Activity
Please return every line of the records below that holds the word "components".

+++

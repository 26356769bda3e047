//! Static checks of `docker/Dockerfile` and `.dockerignore` (the development
//! machines have no Docker engine to build the image): the context is an
//! allow-list that keeps build output and data out, every file the build
//! reads is copied in, dependencies sit in their own cached layer, the
//! binary is stripped and the health check runs the binary itself.

use std::path::{Component, Path, PathBuf};

fn root() -> &'static Path {
    Path::new(env!("CARGO_MANIFEST_DIR"))
}

fn read(path: &str) -> String {
    std::fs::read_to_string(root().join(path)).unwrap_or_else(|e| panic!("read {path}: {e}"))
}

/// The Dockerfile's instructions, continuation lines joined, comments and
/// the parser directive dropped.
fn instructions() -> Vec<String> {
    let mut out = Vec::new();
    let mut current = String::new();
    for line in read("docker/Dockerfile").lines() {
        let trimmed = line.trim();
        if current.is_empty() && (trimmed.is_empty() || trimmed.starts_with('#')) {
            continue;
        }
        match trimmed.strip_suffix('\\') {
            Some(head) => current.push_str(head),
            None => {
                current.push_str(trimmed);
                out.push(std::mem::take(&mut current));
            }
        }
    }
    out
}

/// The context paths of every `COPY` that reads the build context (not
/// another stage), in order, with the index of the instruction.
fn context_copies() -> Vec<(usize, Vec<String>)> {
    instructions()
        .iter()
        .enumerate()
        .filter_map(|(at, line)| {
            let args: Vec<&str> = line.strip_prefix("COPY ")?.split_whitespace().collect();
            if args.iter().any(|a| a.starts_with("--from")) {
                return None;
            }
            let sources = args.iter().filter(|a| !a.starts_with("--")).copied().collect::<Vec<_>>();
            let (_, sources) = sources.split_last().expect("COPY has a destination");
            Some((at, sources.iter().map(|s| s.trim_start_matches("./").to_string()).collect()))
        })
        .collect()
}

fn position(what: &str) -> usize {
    instructions().iter().position(|l| l.contains(what)).unwrap_or_else(|| panic!("the Dockerfile has no `{what}`"))
}

/// The top-level names `.dockerignore` lets in (`!name` after a leading `*`).
fn allowed_in_context() -> Vec<String> {
    let text = read(".dockerignore");
    let patterns: Vec<&str> = text.lines().map(str::trim).filter(|l| !l.is_empty() && !l.starts_with('#')).collect();
    assert_eq!(patterns.first(), Some(&"*"), ".dockerignore starts by excluding everything");
    patterns.iter().filter_map(|p| p.strip_prefix('!')).map(|p| p.trim_end_matches('/').to_string()).collect()
}

#[test]
fn the_build_context_leaves_out_build_output_data_git_and_node_modules_everywhere() {
    let text = read(".dockerignore");
    for never in ["**/target", "**/fluxbound-data", "**/node_modules", "**/.git"] {
        assert!(text.lines().any(|l| l.trim() == never), ".dockerignore lacks `{never}`");
    }
    for name in allowed_in_context() {
        assert!(!["target", "fluxbound-data", "node_modules", ".git"].contains(&name.as_str()), "{name} is let in");
    }
}

#[test]
fn every_path_the_dockerfile_copies_exists_and_is_in_the_build_context() {
    let allowed = allowed_in_context();
    let copies = context_copies();
    assert!(!copies.is_empty());
    for (_, sources) in copies {
        for source in sources.iter().filter(|s| s.as_str() != ".") {
            assert!(root().join(source).exists(), "COPY {source}: no such path in the repository");
            let top = source.split('/').next().unwrap();
            assert!(allowed.iter().any(|a| a == top), "COPY {source}: .dockerignore keeps it out of the context");
        }
    }
}

/// `include_str!`/`include_bytes!` paths of every `.rs` file under `dir`,
/// resolved against the including file, relative to the repository.
fn included_files(dir: &Path, out: &mut Vec<(PathBuf, PathBuf)>) {
    for entry in std::fs::read_dir(dir).unwrap() {
        let path = entry.unwrap().path();
        if path.is_dir() {
            included_files(&path, out);
        } else if path.extension().is_some_and(|e| e == "rs") {
            let text = std::fs::read_to_string(&path).unwrap();
            for macro_name in ["include_str!(\"", "include_bytes!(\""] {
                for (at, _) in text.match_indices(macro_name) {
                    let rest = &text[at + macro_name.len()..];
                    let target = &rest[..rest.find('"').unwrap()];
                    out.push((path.clone(), normalise(&path.parent().unwrap().join(target))));
                }
            }
        }
    }
}

fn normalise(path: &Path) -> PathBuf {
    let mut out = PathBuf::new();
    for part in path.components() {
        match part {
            Component::ParentDir => {
                out.pop();
            }
            Component::CurDir => {}
            other => out.push(other),
        }
    }
    out.strip_prefix(root()).map(Path::to_path_buf).unwrap_or(out)
}

#[test]
fn every_file_the_sources_embed_is_copied_into_the_build_stage() {
    let copied: Vec<String> = context_copies().into_iter().flat_map(|(_, s)| s).collect();
    let is_copied = |path: &Path| copied.iter().any(|c| path.starts_with(c));
    let mut embedded = Vec::new();
    included_files(&root().join("src"), &mut embedded);
    included_files(&root().join("crates"), &mut embedded);
    assert!(!embedded.is_empty(), "the scan finds the embedded example sites");
    for (from, file) in embedded {
        assert!(root().join(&file).exists(), "{} embeds {}, which does not exist", from.display(), file.display());
        assert!(is_copied(&file), "{} embeds {}, which the Dockerfile does not copy", from.display(), file.display());
    }
    // build.rs reads the migration folders.
    assert!(is_copied(Path::new("migrations/sqlite")), "the Dockerfile does not copy migrations/");
}

#[test]
fn dependencies_are_built_from_the_recipe_before_any_source_is_copied() {
    let prepare = position("cargo chef prepare");
    let cook = position("cargo chef cook");
    let build = position("cargo build --release");
    let first_source = context_copies()
        .into_iter()
        .filter(|(_, s)| s.iter().any(|p| p == "src"))
        .map(|(at, _)| at)
        .find(|at| *at > prepare)
        .expect("the build stage copies src");
    assert!(cook < first_source && first_source < build, "cook {cook}, sources {first_source}, build {build}");
    let cook_line = &instructions()[cook];
    assert!(cook_line.contains("--release") && cook_line.contains("--locked"), "{cook_line}");
}

#[test]
fn the_image_binary_is_stripped_with_the_same_profile_for_dependencies_and_sources() {
    let strip = position("CARGO_PROFILE_RELEASE_STRIP=symbols");
    assert!(strip < position("cargo chef cook"), "set before the dependency build, or it rebuilds them");
}

#[test]
fn the_health_check_runs_the_binary_against_the_port_the_image_listens_on() {
    let lines = instructions();
    let health: Vec<&String> = lines.iter().filter(|l| l.starts_with("HEALTHCHECK ")).collect();
    assert_eq!(health.len(), 1);
    let expected = r#"CMD ["/usr/local/bin/fluxbound", "health", "--url", "http://127.0.0.1:8080"]"#;
    assert!(health[0].contains(expected), "{}", health[0]);
    assert!(lines.iter().any(|l| l.contains("FLUXBOUND_LISTEN=0.0.0.0:8080")), "the image listens on 8080");
    assert!(lines.iter().any(|l| l == "EXPOSE 8080"));
    assert!(lines.iter().any(|l| l.starts_with("COPY --from=build") && l.ends_with("/usr/local/bin/fluxbound")));
}
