//! The input values of a pocket in the units a user gives them (electron masses, degrees, meV,
//! 1/nm), their range checks, and their conversion into a [`Pocket`]. The configuration layer
//! parses TOML into these specs; [`Model::new`](super::Model::new) and
//! [`Model::with`](super::Model::with) turn them into pockets, so every value check lives here
//! once.

use super::pocket::{Dispersion, Pocket, PocketKind, Spin};
use crate::error::InputError;
use crate::units::HBAR2_OVER_2ME;

/// How a pocket's dispersion was given.
#[derive(Debug, Clone, Copy, PartialEq)]
pub enum DispersionSpec {
    /// Parabolic band from masses (electron masses, along the pocket's own axes) and the
    /// band-edge offset E0 (meV; < 0 electron, > 0 hole).
    Mass { mass: [f64; 2], offset: f64 },
    /// Isotropic parabolic band from the Fermi momentum kF (1/nm) and hbar vF (meV nm); the band
    /// edge follows as -+ hbar kF vF / 2.
    FermiPoint { kf: f64, vf: f64 },
    /// Dirac cone with hbar v (meV nm, along the pocket's own axes) and the Dirac-point energy
    /// (meV, non-zero; < 0 electron-like, > 0 hole-like).
    Cone { velocity: [f64; 2], offset: f64 },
}

/// How a pocket's spin structure was given.
#[derive(Debug, Clone, Copy, PartialEq)]
pub enum SpinSpec {
    /// Both spin states at every k.
    Degenerate,
    /// One helical state per k: winding +-1 and texture phase in degrees.
    Helical { winding: i32, phase_deg: f64 },
}

/// A pocket as given by the user, before conversion to internal units.
#[derive(Debug, Clone, PartialEq)]
pub struct PocketSpec {
    /// Unique label (also the NAME of `NAME.key` parameter paths).
    pub name: String,
    pub kind: PocketKind,
    /// Centre K in the zone, 1/nm.
    pub center: [f64; 2],
    /// Rotation of the pocket's first axis from the lab x axis, degrees (counter-clockwise).
    pub angle_deg: f64,
    pub dispersion: DispersionSpec,
    pub spin: SpinSpec,
}

/// An input error about one key of one entry: "ENTRY: `KEY`: WHY" (the configuration layer
/// prefixes the file name).
pub(crate) fn key_error(entry: &str, key: &str, why: impl std::fmt::Display) -> InputError {
    InputError::new(format!("{entry}: `{key}`: {why}"))
}

/// An input error about a whole entry: "ENTRY: WHY".
pub(crate) fn entry_error(entry: &str, why: impl std::fmt::Display) -> InputError {
    InputError::new(format!("{entry}: {why}"))
}

/// A value outside (0, hi] in its unit.
#[derive(Debug, Clone, PartialEq, thiserror::Error)]
#[error("{x} is out of range: expected a number in (0, {hi}] {unit}")]
pub(crate) struct OutOfRange {
    x: f64,
    hi: f64,
    unit: String,
}

/// Checks that x lies in (0, hi] (in `unit`).
pub(crate) fn check_positive(x: f64, unit: &str, hi: f64) -> Result<f64, OutOfRange> {
    if !(x > 0.0 && x <= hi) {
        return Err(OutOfRange {
            x,
            hi,
            unit: unit.to_string(),
        });
    }
    Ok(x)
}

/// The text name of a pocket kind, as in the configuration.
pub(crate) fn kind_name(kind: PocketKind) -> &'static str {
    match kind {
        PocketKind::Electron => "electron",
        PocketKind::Hole => "hole",
        PocketKind::Dirac => "dirac",
    }
}

impl PocketSpec {
    /// The entry name used in messages: `pocket "NAME"`.
    pub(crate) fn entry(&self) -> String {
        format!("pocket \"{}\"", self.name)
    }

    /// Validates the values and builds the pocket, with every offset moved by `shift` meV (a
    /// shift of the common chemical potential by -shift).
    pub(crate) fn build(&self, shift: f64) -> Result<Pocket, InputError> {
        let entry = self.entry();
        if self.center.iter().any(|c| c.abs() > 1e3) {
            return Err(key_error(
                &entry,
                "center",
                "components must lie in [-1000, 1000] 1/nm",
            ));
        }
        if self.angle_deg.abs() > 360.0 {
            return Err(key_error(
                &entry,
                "angle",
                format!(
                    "{} is out of range: expected degrees in [-360, 360]",
                    self.angle_deg
                ),
            ));
        }
        let dispersion = self.dispersion(&entry, shift)?;
        let spin = match self.spin {
            SpinSpec::Degenerate => Spin::Degenerate,
            SpinSpec::Helical { winding, phase_deg } => {
                if winding != 1 && winding != -1 {
                    let sentry = format!("{entry} spin");
                    return Err(key_error(
                        &sentry,
                        "winding",
                        format!("expected 1 or -1, got {winding}"),
                    ));
                }
                Spin::Helical {
                    winding,
                    phase: phase_deg.to_radians(),
                }
            }
        };
        Ok(Pocket::new(
            self.name.clone(),
            self.kind,
            self.center,
            dispersion,
            self.angle_deg.to_radians(),
            spin,
        ))
    }

    /// The dispersion in internal units (c = hbar^2/(2m) in meV nm^2, offsets in meV).
    fn dispersion(&self, entry: &str, shift: f64) -> Result<Dispersion, InputError> {
        if let DispersionSpec::Mass { offset: o, .. } | DispersionSpec::Cone { offset: o, .. } =
            self.dispersion
        {
            if o.abs() > 1e5 {
                return Err(key_error(
                    entry,
                    "offset",
                    format!("{o} is out of range: expected |offset| <= 1e5 meV"),
                ));
            }
        }
        let kind = self.kind;
        match (kind, self.dispersion) {
            (PocketKind::Dirac, DispersionSpec::Cone { velocity, offset }) => {
                cone(entry, velocity, offset + shift)
            }
            (PocketKind::Dirac, DispersionSpec::Mass { .. }) => Err(dirac_only(entry, "mass")),
            (PocketKind::Dirac, DispersionSpec::FermiPoint { .. }) => Err(dirac_only(entry, "kf")),
            (_, DispersionSpec::Cone { .. }) => Err(key_error(
                entry,
                "velocity",
                format!("a {} pocket takes `mass` + `offset`, or `kf` + `vf`; `velocity` is for \"dirac\" pockets", kind_name(kind)),
            )),
            (_, spec) => parabolic(entry, kind, spec, shift),
        }
    }
}

/// The message for a texture phase asked of the spin-degenerate pocket `name` (an override may
/// change a value, never a pocket's spin structure).
pub(crate) fn degenerate_phase(name: &str) -> InputError {
    InputError::new(format!(
        "pocket {name} is spin-degenerate; a texture phase exists only for a helical pocket (give spin = {{ winding = ..., phase = ... }} in the file): an override may change a value, never the kind of a pocket or its spin structure"
    ))
}

/// The message for a parabolic key on a Dirac pocket.
pub(crate) fn dirac_only(entry: &str, key: &str) -> InputError {
    key_error(entry, key, "a \"dirac\" pocket takes `velocity` (hbar v, meV nm) and `offset` (Dirac-point energy, meV)")
}

/// A range check of one value of `entry`.
fn positive(entry: &str, key: &str, x: f64, unit: &str, hi: f64) -> Result<f64, InputError> {
    check_positive(x, unit, hi).map_err(|why| key_error(entry, key, why))
}

/// A Dirac cone with hbar v (meV nm) and the Dirac point at `offset` (meV, shift included).
fn cone(entry: &str, velocity: [f64; 2], offset: f64) -> Result<Dispersion, InputError> {
    for v in velocity {
        positive(entry, "velocity", v, "meV nm", 1e5)?;
    }
    if offset == 0.0 {
        return Err(key_error(entry, "offset", "0 meV: a Dirac point at the chemical potential has no Fermi surface; the offset must be non-zero (< 0 electron-like, > 0 hole-like)"));
    }
    Ok(Dispersion::Dirac {
        branch: if offset < 0.0 { 1.0 } else { -1.0 },
        v: velocity,
        offset,
    })
}

/// A parabolic band from masses or from kF + vF; its band edge must lie on the carrier side.
fn parabolic(
    entry: &str,
    kind: PocketKind,
    spec: DispersionSpec,
    shift: f64,
) -> Result<Dispersion, InputError> {
    let sign = if kind == PocketKind::Electron {
        1.0
    } else {
        -1.0
    };
    let (c, offset) = match spec {
        DispersionSpec::Mass { mass, offset } => {
            for m in mass {
                positive(entry, "mass", m, "electron masses", 1e3)?;
            }
            if mass.iter().any(|&x| x < 1e-3) {
                return Err(key_error(
                    entry,
                    "mass",
                    "out of range: expected masses in [0.001, 1000] electron masses",
                ));
            }
            (
                [HBAR2_OVER_2ME / mass[0], HBAR2_OVER_2ME / mass[1]],
                offset + shift,
            )
        }
        DispersionSpec::FermiPoint { kf, vf } => {
            positive(entry, "kf", kf, "1/nm", 1e2)?;
            positive(entry, "vf", vf, "meV nm", 1e5)?;
            // m = hbar kF / vF: hbar^2/(2m) = (hbar vF)/(2 kF); E0 = -+ hbar kF vF / 2.
            let c = vf / (2.0 * kf);
            let edge = kf * vf / 2.0;
            if edge <= 0.0 || !c.is_finite() {
                return Err(key_error(
                    entry,
                    "vf",
                    format!("kf = {kf} 1/nm with vf = {vf} meV nm gives a band edge kf vf / 2 = {edge} meV, which is not usable; allowed: kf vf / 2 > 0 and vf / kf finite"),
                ));
            }
            ([c, c], -sign * edge + shift)
        }
        DispersionSpec::Cone { .. } => unreachable!("a cone is not parabolic"),
    };
    if sign * offset >= 0.0 {
        let why = if kind == PocketKind::Electron {
            format!("{offset} meV: an electron pocket's band edge must lie below the chemical potential (offset < 0), otherwise it has no Fermi surface")
        } else {
            format!("{offset} meV: a hole pocket's band edge must lie above the chemical potential (offset > 0), otherwise it has no Fermi surface")
        };
        return Err(key_error(entry, "offset", why));
    }
    Ok(Dispersion::Parabolic { sign, c, offset })
}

+++

Response
    for part in path.components() {
                "components must lie in [-1000, 1000] 1/nm",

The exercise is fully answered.